Il Patto di stabilità rappresenta una camicia di forza che va allentata attraverso lo scomputo degli investimenti produttivi pubblici dal calcolo del deficit. La Banca centrale va trasformata in banca prestatrice di ultima istanza. Il bilancio dell’Ue è inadeguato: è pari a solo all’1 per cento del Pil dell’Unione europea. Le politiche di austerità di questi anni, la spettrale immagine della troika che ha massacrato la Grecia, hanno creato l’immagine di un’Ue vampiresca e matrigna. Perfino in Italia, dove il sentimento filoeuropeista è sempre stato forte.
Insomma per imprimere una svolta positiva a tutto il continente, non ci vuole meno Europa ma più Europa. Ci vuole più Europa nella politica internazionale dove restiamo divisi e ininfluenti.
In più, a causa di irresponsabili politiche austericide, è probabile che un gran numero di forze euroscettiche e populiste siederanno in parlamento.

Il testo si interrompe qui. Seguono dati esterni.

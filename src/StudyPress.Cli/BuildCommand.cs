using StudyPress.Diagnostics;
using StudyPress.Rendering;
using StudyPress.Reproducibility;

namespace StudyPress.Cli;

public sealed record BuildRequest(IReadOnlyList<string> Paths, string? OutDir, string? Json, bool Quiet, bool AllowOutside, long? SourceDateEpoch)
{
    /// <summary>Studies built at once; null means one per processor core.</summary>
    public int? Jobs { get; init; }

    /// <summary>Rebuild even when the cache says the report is up to date.</summary>
    public bool Force { get; init; }

    /// <summary>Write each input's current hash into the header before building.</summary>
    public bool Pin { get; init; }

    /// <summary>Folder for the figures as PNG files, or null.</summary>
    public string? FiguresDir { get; init; }

    /// <summary>The Word document (one study) or the folder of Word documents (several), or null; see <see cref="ExportTargets"/>.</summary>
    public string? Docx { get; init; }

    /// <summary>The folder for the LaTeX fragments and their figures, or null; see <see cref="ExportTargets"/>.</summary>
    public string? Latex { get; init; }

    /// <summary>Stdout is a terminal: show one updating progress line for several studies.</summary>
    public bool Interactive { get; init; }
}

public enum StudyOutcome
{
    Built,
    UpToDate,
    Failed,
}

/// <summary>What happened to one study: its outcome, report path and every message for it.</summary>
public sealed record StudyBuild(string Study, StudyOutcome Outcome, string OutputPath, IReadOnlyList<string> Messages);

/// <summary>Builds one study: cache check, compile, write report (and manifest, figures), record in the cache.</summary>
public static class StudyBuilder
{
    public static StudyBuild Build(string study, CompileOptions options, bool useCache, string? jsonPath = null, string? figuresDir = null, string? docxPath = null, string? latexDir = null)
    {
        var outputPath = Compilation.OutputPathFor(study, options);
        if (useCache && BuildCache.IsUpToDate(study, outputPath, options))
        {
            return new StudyBuild(study, StudyOutcome.UpToDate, outputPath, []);
        }

        var result = Compilation.Compile(study, options);
        StageTimes.Mark("compiled");
        var messages = result.Diagnostics.Select(d => d.ToString()).ToList();
        if (!result.Succeeded)
        {
            return new StudyBuild(study, StudyOutcome.Failed, outputPath, messages);
        }

        byte[] html;
        try
        {
            html = Write(result, jsonPath, figuresDir, docxPath, latexDir);
            StageTimes.Mark("wrote the outputs");
        }
        catch (Exception e) when (e is IOException or UnauthorizedAccessException)
        {
            messages.Add($"{study}:1:1: error: cannot write the report: {e.Message}");
            return new StudyBuild(study, StudyOutcome.Failed, outputPath, messages);
        }

        try
        {
            BuildCache.Record(study, result.OutputPath, options, result.ManifestJson!, html);
            StageTimes.Mark("recorded in the build cache");
        }
        catch (Exception e) when (e is IOException or UnauthorizedAccessException)
        {
            // The report is written; without a cache entry the next build simply rebuilds it.
            messages.Add($"{study}:1:1: warning: cannot write the build cache: {e.Message}");
        }

        return new StudyBuild(study, StudyOutcome.Built, outputPath, messages);
    }

    /// <summary>
    /// Commits a compiled study's report, its manifest (<paramref name="jsonPath"/>), PNG figures
    /// (<paramref name="figuresDir"/>, the study's own figure folder), Word document
    /// (<paramref name="docxPath"/>) and LaTeX fragment with its figures (<paramref name="latexDir"/>,
    /// the study's own folder) together or not at all; returns the report's bytes. An incomplete
    /// report is a bug and is refused before anything is written.
    /// </summary>
    public static byte[] Write(CompilationResult result, string? jsonPath, string? figuresDir, string? docxPath = null, string? latexDir = null)
    {
        // Refuse to commit a report that is not whole (a bug, never the user's input): nothing is written.
        if (ReportIntegrity.Problem(result.Html!) is { } incomplete)
        {
            throw new InvalidOperationException("refusing to write an incomplete report (" + incomplete + "); nothing was written");
        }

        var html = System.Text.Encoding.UTF8.GetBytes(result.Html!);
        var outputs = new OutputSet();

        // Each figure is drawn as PNG once, for whichever outputs want it.
        var pngs = new Lazy<byte[]>[result.Figures.Count];
        for (var i = 0; i < pngs.Length; i++)
        {
            var chart = result.Figures[i].Figure.Chart;
            pngs[i] = new Lazy<byte[]>(chart.ToPng);
        }

        var added = new HashSet<string>(StringComparer.Ordinal);
        if (figuresDir is not null)
        {
            for (var i = 0; i < result.Figures.Count; i++)
            {
                var path = FigurePaths.Inside(figuresDir, result.Figures[i].FileName);
                outputs.Add(path, pngs[i].Value);
                added.Add(path);
            }
        }

        if (docxPath is not null)
        {
            outputs.Add(docxPath, Rendering.Export.ReportExports.Docx(result.Html!, result.ManifestJson!, [.. result.Figures.Select((f, i) => (f.Figure.Type, pngs[i].Value))]));
        }

        if (latexDir is not null)
        {
            var files = Rendering.Export.ReportExports.Latex(
                result.Html!,
                result.ManifestJson!,
                result.NumberFormat!,
                [.. result.Figures.Select((f, i) => (f.FileName, f.Figure.Type, pngs[i].Value))]);
            foreach (var (name, bytes) in files)
            {
                // --figures and --latex may name one folder: its PNG files are then written once.
                var path = FigurePaths.Inside(latexDir, name);
                if (added.Add(path))
                {
                    outputs.Add(path, bytes);
                }
            }
        }

        if (jsonPath is not null)
        {
            outputs.Add(jsonPath, result.ManifestJson!);
        }

        outputs.Add(result.OutputPath, html);

        // All or nothing: every file is written to a temporary name first, then all are renamed.
        outputs.Commit();
        return html;
    }
}
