using System.Diagnostics;
using System.IO.Compression;
using System.Text;
using System.Text.RegularExpressions;
using AngleSharp.Html.Parser;
using DocumentFormat.OpenXml.Packaging;
using DocumentFormat.OpenXml.Validation;
using StudyPress.Rendering.Export;
using StudyPress.Tests.Support;
using W = DocumentFormat.OpenXml.Wordprocessing;

namespace StudyPress.Tests;
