/// <summary>The rows one block works on: response (centred) and factor codes restricted to levels with data.</summary>
public sealed class BlockData
{
    public required LoadedDataset Dataset { get; init; }

    public required string ResponseName { get; init; }

    /// <summary>The response as readers see it: the header's label and unit, else the column name (<see cref="StudyHeader.ResponseDisplay"/>).</summary>
    public string ResponseLabel { get => responseLabel.Length > 0 ? responseLabel : ResponseName; init => responseLabel = value; }

    private readonly string responseLabel = string.Empty;

    /// <summary>Row indices into the dataset, in file order.</summary>
    public required int[] Rows { get; init; }

    /// <summary>Centred response for <see cref="Rows"/>.</summary>
    public required double[] Response { get; init; }

    public required double Centre { get; init; }

    /// <summary>The response values themselves for <see cref="Rows"/> (not centred).</summary>
    public required double[] Values { get; init; }

    /// <summary>The exact values for <see cref="Rows"/>, when the column had only decimal text.</summary>
    public ExactValues? Exact { get; init; }

    /// <summary>Exact mean of the given positions (decimal arithmetic), or null when not available.</summary>
    public double? ExactMean(IReadOnlyList<int> positions) => Exact?.Mean(positions);

    public required IReadOnlyList<BlockFactor> Factors { get; init; }

    /// <summary>Rows dropped because the response or a factor was missing.</summary>
    public required int DroppedMissing { get; init; }

    private IReadOnlyList<(string Label, int[] Codes, double[] Values, int[] Positions)>? _cells;

    /// <summary>Each cell's sorted values, by the cell's positions array: a memo of this selection (one run's), filled by <see cref="SortedValues"/>.</summary>
    private readonly System.Collections.Concurrent.ConcurrentDictionary<int[], IReadOnlyList<double>> sortedCells = new(ReferenceEqualityComparer.Instance);

    /// <summary>
    /// A cell's response values (<paramref name="positions"/> as <see cref="Cells"/> gives them) in
    /// ascending order, sorted once per cell (whichever thread asks first; the result is the same)
    /// and shared by every caller: an array must not be changed. Exact values in a narrow range are
    /// counted and kept as runs (<see cref="Data.ExactValues.CountingOrder"/>: the value of every rank
    /// is the sorted array's, without that array of n values), others sorted by
    /// <see cref="Statistics.FastSort"/>.
    /// </summary>
    internal IReadOnlyList<double> SortedValues(int[] positions) => sortedCells.GetOrAdd(positions, p =>
    {
        // Exact values in a narrow range are counted (the same value at every rank), others sorted by FastSort.
        if (Exact?.CountingOrder(Values, p) is { } counted)
        {
            return counted;
        }

        var v = new double[p.Length];
        for (var k = 0; k < p.Length; k++)
        {
            v[k] = Values[p[k]];
        }

        Statistics.FastSort.Sort(v);
        return v;
    });

    private readonly System.Collections.Concurrent.ConcurrentDictionary<(int[] Positions, double Alpha), Statistics.Descriptive.GroupSummary> cellSummaries = new(CellAlphaComparer.Instance);

    /// <summary>
    /// A cell's descriptive statistics at <paramref name="alpha"/> (<see cref="Statistics.Descriptive.Descriptives.ComputeSorted(ReadOnlySpan{double}, IReadOnlyList{double}, double, double, double?)"/>
    /// of its centred values, its <see cref="SortedValues"/>, the block's centre and its exact mean),
    /// computed once per cell and alpha and shared: the summary and the means figure ask the same
    /// question of the same cell, and the answer is a pure function of it.
    /// </summary>
    internal Statistics.Descriptive.GroupSummary CellSummary(double[] values, int[] positions, double alpha) =>
        cellSummaries.GetOrAdd((positions, alpha), key => Statistics.Descriptive.Descriptives.ComputeSorted(values, SortedValues(key.Positions), Centre, key.Alpha, ExactMean(key.Positions)));

    /// <summary>Cells compared as the same positions array (the cell's identity) and the same alpha bits.</summary>
    private sealed class CellAlphaComparer : IEqualityComparer<(int[] Positions, double Alpha)>
    {
        public static readonly CellAlphaComparer Instance = new();

        public bool Equals((int[] Positions, double Alpha) x, (int[] Positions, double Alpha) y) =>
            ReferenceEquals(x.Positions, y.Positions) && BitConverter.DoubleToInt64Bits(x.Alpha) == BitConverter.DoubleToInt64Bits(y.Alpha);

        public int GetHashCode((int[] Positions, double Alpha) obj) => HashCode.Combine(System.Runtime.CompilerServices.RuntimeHelpers.GetHashCode(obj.Positions), obj.Alpha);
    }

    /// <summary>The rows' sufficient statistics per cell (centred means), the view the cells route has too.</summary>
    public Model.CellTable CellTable() => Model.CellTable.FromGroups(
        [.. Factors.Select(f => f.Spec)],
        [.. Factors.Select(f => f.Levels)],
        Cells().Select(c => (c.Codes, c.Values)),
        Centre,
        DroppedMissing);

    /// <summary>
    /// Groups by the crossing of all block factors: level label, codes, centred values, row positions.
    /// Computed once per block (the arrays are shared by every caller and must not be changed).
    /// </summary>
    public IReadOnlyList<(string Label, int[] Codes, double[] Values, int[] Positions)> Cells() => _cells ??= ComputeCells();

    private (string Label, int[] Codes, double[] Values, int[] Positions)[] ComputeCells()
    {
        // One pass: each row's cell is the mixed-radix number of its codes (first factor most
        // significant), so ordering by it is ordering by the codes, as the labels' keys were.
        var k = Factors.Count;
        var radix = Factors.Select(f => (long)Math.Max(1, f.Levels.Count)).ToArray();
        long crossing = 1;
        foreach (var r in radix)
        {
            crossing = Math.Min(crossing * r, long.MaxValue / 1024);
        }

        var factorCodes = Factors.Select(f => f.Codes).ToArray();
        if (crossing <= 1 << 20)
        {
            return DenseCells(k, radix, crossing, factorCodes);
        }

        // Key -> slot through a dictionary (a large crossing).
        var map = new Dictionary<long, int>();
        var slots = new int[Rows.Length];
        var sizes = new List<int>();
        for (var i = 0; i < Rows.Length; i++)
        {
            long key = 0;
            for (var f = 0; f < k; f++)
            {
                key = (key * radix[f]) + factorCodes[f][i];
            }

            if (!map.TryGetValue(key, out var slot))
            {
                slot = sizes.Count;
                map[key] = slot;
                sizes.Add(0);
            }

            slots[i] = slot;
        }

        // Sizes counted after the pass (a list indexer per row was a fifth of the pass).
        var counted = new int[sizes.Count];
        foreach (var slot in slots)
        {
            counted[slot]++;
        }

        for (var c = 0; c < counted.Length; c++)
        {
            sizes[c] = counted[c];
        }

        var cells = new (string Label, int[] Codes, double[] Values, int[] Positions)[map.Count];
        var fill = new int[map.Count];
        foreach (var (key, slot) in map)
        {
            var codes = new int[k];
            var rest = key;
            for (var f = k - 1; f >= 0; f--)
            {
                codes[f] = (int)(rest % radix[f]);
                rest /= radix[f];
            }

            cells[slot] = (string.Join(" / ", codes.Select((c, j) => Factors[j].Levels[c])), codes, new double[sizes[slot]], new int[sizes[slot]]);
        }

        for (var i = 0; i < Rows.Length; i++)
        {
            var slot = slots[i];
            var at = fill[slot]++;
            cells[slot].Values[at] = Response[i];
            cells[slot].Positions[at] = i;
        }

        var order = map.OrderBy(p => p.Key).Select(p => p.Value);
        (string Label, int[] Codes, double[] Values, int[] Positions)[] sorted = [.. order.Select(slot => cells[slot])];
        return KeepSplit(k, sorted);
    }

    /// <summary>
    /// <see cref="ComputeCells"/> for a crossing of at most 2^20 keys: each row's key counted in an
    /// array indexed by the key, then each row's response and position written into its cell; the
    /// cells in key order, as the dictionary route orders them. No per-row slot array, and the
    /// cells' arrays are written in full, so they are not zeroed first. A large selection is cut
    /// into consecutive parts (one per core) that are counted and written at the same time: each
    /// part writes its rows of a cell after the earlier parts' rows of that cell, in row order, so
    /// the cells are the same arrays whatever the number of parts.
    /// </summary>
    private (string Label, int[] Codes, double[] Values, int[] Positions)[] DenseCells(int k, long[] radix, long crossing, int[][] factorCodes)
    {
        var n = Rows.Length;
        var parts = PartsFor(n);
        var bounds = new int[parts + 1];
        for (var p = 0; p <= parts; p++)
        {
            bounds[p] = (int)((long)n * p / parts);
        }

        var partCounts = new int[parts][];
        void Count(int p)
        {
            var counts = new int[crossing];
            if (k == 1)
            {
                foreach (var code in factorCodes[0].AsSpan(bounds[p], bounds[p + 1] - bounds[p]))
                {
                    counts[code]++;
                }
            }
            else
            {
                for (var i = bounds[p]; i < bounds[p + 1]; i++)
                {
                    counts[Key(factorCodes, radix, k, i)]++;
                }
            }

            partCounts[p] = counts;
        }

        if (parts == 1)
        {
            Count(0);
        }
        else
        {
            Parallel.For(0, parts, Count);
        }

        var cells = new List<(string Label, int[] Codes, double[] Values, int[] Positions)>();
        var cellOf = new int[crossing];
        var starts = new List<int[]>(); // per cell: where each part's rows begin in it
        for (long key = 0; key < crossing; key++)
        {
            var size = 0;
            var start = new int[parts];
            for (var p = 0; p < parts; p++)
            {
                start[p] = size;
                size += partCounts[p][key];
            }

            if (size == 0)
            {
                continue;
            }

            var codes = new int[k];
            var rest = key;
            for (var f = k - 1; f >= 0; f--)
            {
                codes[f] = (int)(rest % radix[f]);
                rest /= radix[f];
            }

            cellOf[key] = cells.Count;
            starts.Add(start);
            cells.Add((string.Join(" / ", codes.Select((c, j) => Factors[j].Levels[c])), codes, GC.AllocateUninitializedArray<double>(size), GC.AllocateUninitializedArray<int>(size)));
        }

        var values = cells.Select(c => c.Values).ToArray();
        var positions = cells.Select(c => c.Positions).ToArray();
        void Fill(int p)
        {
            var fill = new int[cells.Count];
            for (var c = 0; c < fill.Length; c++)
            {
                fill[c] = starts[c][p];
            }

            for (var i = bounds[p]; i < bounds[p + 1]; i++)
            {
                var slot = cellOf[k == 1 ? factorCodes[0][i] : Key(factorCodes, radix, k, i)];
                var at = fill[slot]++;
                values[slot][at] = Response[i];
                positions[slot][at] = i;
            }
        }

        if (parts == 1)
        {
            Fill(0);
        }
        else
        {
            Parallel.For(0, parts, Fill);
        }

        return KeepSplit(k, [.. cells]);
    }

    /// <summary>Rows per part of <see cref="DenseCells"/> below which a selection is not cut (a part's start-up costs more than it saves).</summary>
    private const int RowsPerPart = 1 << 18;

    /// <summary>How many parts <see cref="DenseCells"/> cuts <paramref name="n"/> rows into (at most one per core).</summary>
    internal static int PartsFor(int n) => Math.Clamp(n / RowsPerPart, 1, Math.Max(1, Environment.ProcessorCount));

    private static long Key(int[][] factorCodes, long[] radix, int k, int i)
    {
        long key = 0;
        for (var f = 0; f < k; f++)
        {
            key = (key * radix[f]) + factorCodes[f][i];
        }

        return key;
    }

    private (string Label, int[] Codes, double[] Values, int[] Positions)[] KeepSplit(int k, (string Label, int[] Codes, double[] Values, int[] Positions)[] sorted)
    {
        // One factor: the cells are its levels in code order, so their values are the split of the
        // response by the factor (BlockFactor.Split gives these arrays instead of copying again).
        if (k == 1 && sorted.Length == Factors[0].Levels.Count)
        {
            Factors[0].KeepSplit(Response, [.. sorted.Select(c => c.Values)]);
        }

        return sorted;
    }
}
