using System.Globalization;
using MathNet.Numerics.LinearAlgebra;
using StudyPress.Statistics.Designs;
using StudyPress.Statistics.Distributions;
using StudyPress.Statistics.PostHoc;

namespace StudyPress.Statistics.Repeated;

/// <summary>Which fit the marginal means of a repeated-measures design come from.</summary>
public enum RepeatedMeansRoute
{
    /// <summary>The classical route (complete subjects): the strata's error mean squares, Satterthwaite df.</summary>
    Strata = 0,

    /// <summary>The REML mixed model (keeps incomplete subjects): the fit's covariance, Satterthwaite df.</summary>
    Reml = 1,
}

/// <summary>How a family of pairwise differences of repeated-measures means is adjusted.</summary>
public enum RepeatedPairAdjustment
{
    /// <summary>Holm's step-down p-values; intervals at the Bonferroni level.</summary>
    Holm = 0,

    /// <summary>Bonferroni: p times m (capped at 1); intervals at alpha/m.</summary>
    Bonferroni = 1,

    /// <summary>Tukey–Kramer: studentized range of k means on the one error every pair rests on.</summary>
    Tukey = 2,
}

/// <summary>
/// One estimate (a mean or a difference of means): value, SE, Satterthwaite df, interval, and the
/// error terms its variance rests on (<see cref="RepeatedCellMeans.Route"/> Strata: names of the
/// error rows of the classical table; Reml: the variance components with a part in it).
/// </summary>
public sealed record RepeatedEstimate(double Value, Quantity Se, Quantity Df, Quantity CiLow, Quantity CiHigh, IReadOnlyList<string> Errors);

/// <summary>One marginal mean: its levels (one per factor of the term, in the term's order) and its estimate.</summary>
public sealed record RepeatedMean(IReadOnlyList<string> Levels, RepeatedEstimate Estimate);

/// <summary>One pairwise difference (first minus second) with t, raw and adjusted p and its (adjusted) interval.</summary>
public sealed record RepeatedPair(IReadOnlyList<string> LevelsA, IReadOnlyList<string> LevelsB, RepeatedEstimate Difference, Quantity T, Quantity P, Quantity PAdjusted);

/// <summary>
/// The simple effect of a factor at one level of another: the Wald F of its k − 1 differences from
/// the first level, on (k − 1, <paramref name="DfDen"/>) df, and its pairs.
/// </summary>
public sealed record RepeatedSimpleEffect(string AtLevel, int Df, Quantity DfDen, Quantity F, Quantity P, IReadOnlyList<string> Errors, IReadOnlyList<RepeatedPair> Pairs);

Questo insomma non è più tempo per decisioni prese con il bilancino. è una questione di identità e di strategia. Il segretario del più grande partito di centrosinistra in Europa deve ambire a cambiare l’Italia, certo, ma per poterlo fare deve pesare nel Pse e quindi a Bruxelles. Per il Partito democratico aderire al Pse non vuol dire aggiungere una bandierina al proprio pantheon di riferimento. Né tantomeno, come artificiosamente teme qualche nostalgico della Margherita, significa imporre una famiglia politica a danno di quella cattolica o riformista.
Star fuori dal Pse non rappresenta un’originale peculiarità per il Pd – come lascia intendere l’amico Castagnetti – ma al contrario, un’anomalia. Far parte del Pse è innanzi tutto una decisione strategica per il Pd e per l’Italia. Il peso della componente italiana sarà fondamentale per l’Italia per indirizzare le politiche del gruppo e più in generale del Parlamento europeo.
Per il Pd non c’è alternativa. Il suo ruolo sarà quello di spingere perché alcune posizioni equivoche e assolutamente timide vengano superate. Vogliamo entrare nel Pse senza cappelli in mano e senza considerarci ultimi arrivati. Sulle posizioni del più spinto europeismo, non temiamo confronti e anzi siamo molto più all’avanguardia di tanti che siedono da anni all’interno del Pse. Ma dobbiamo esserci!”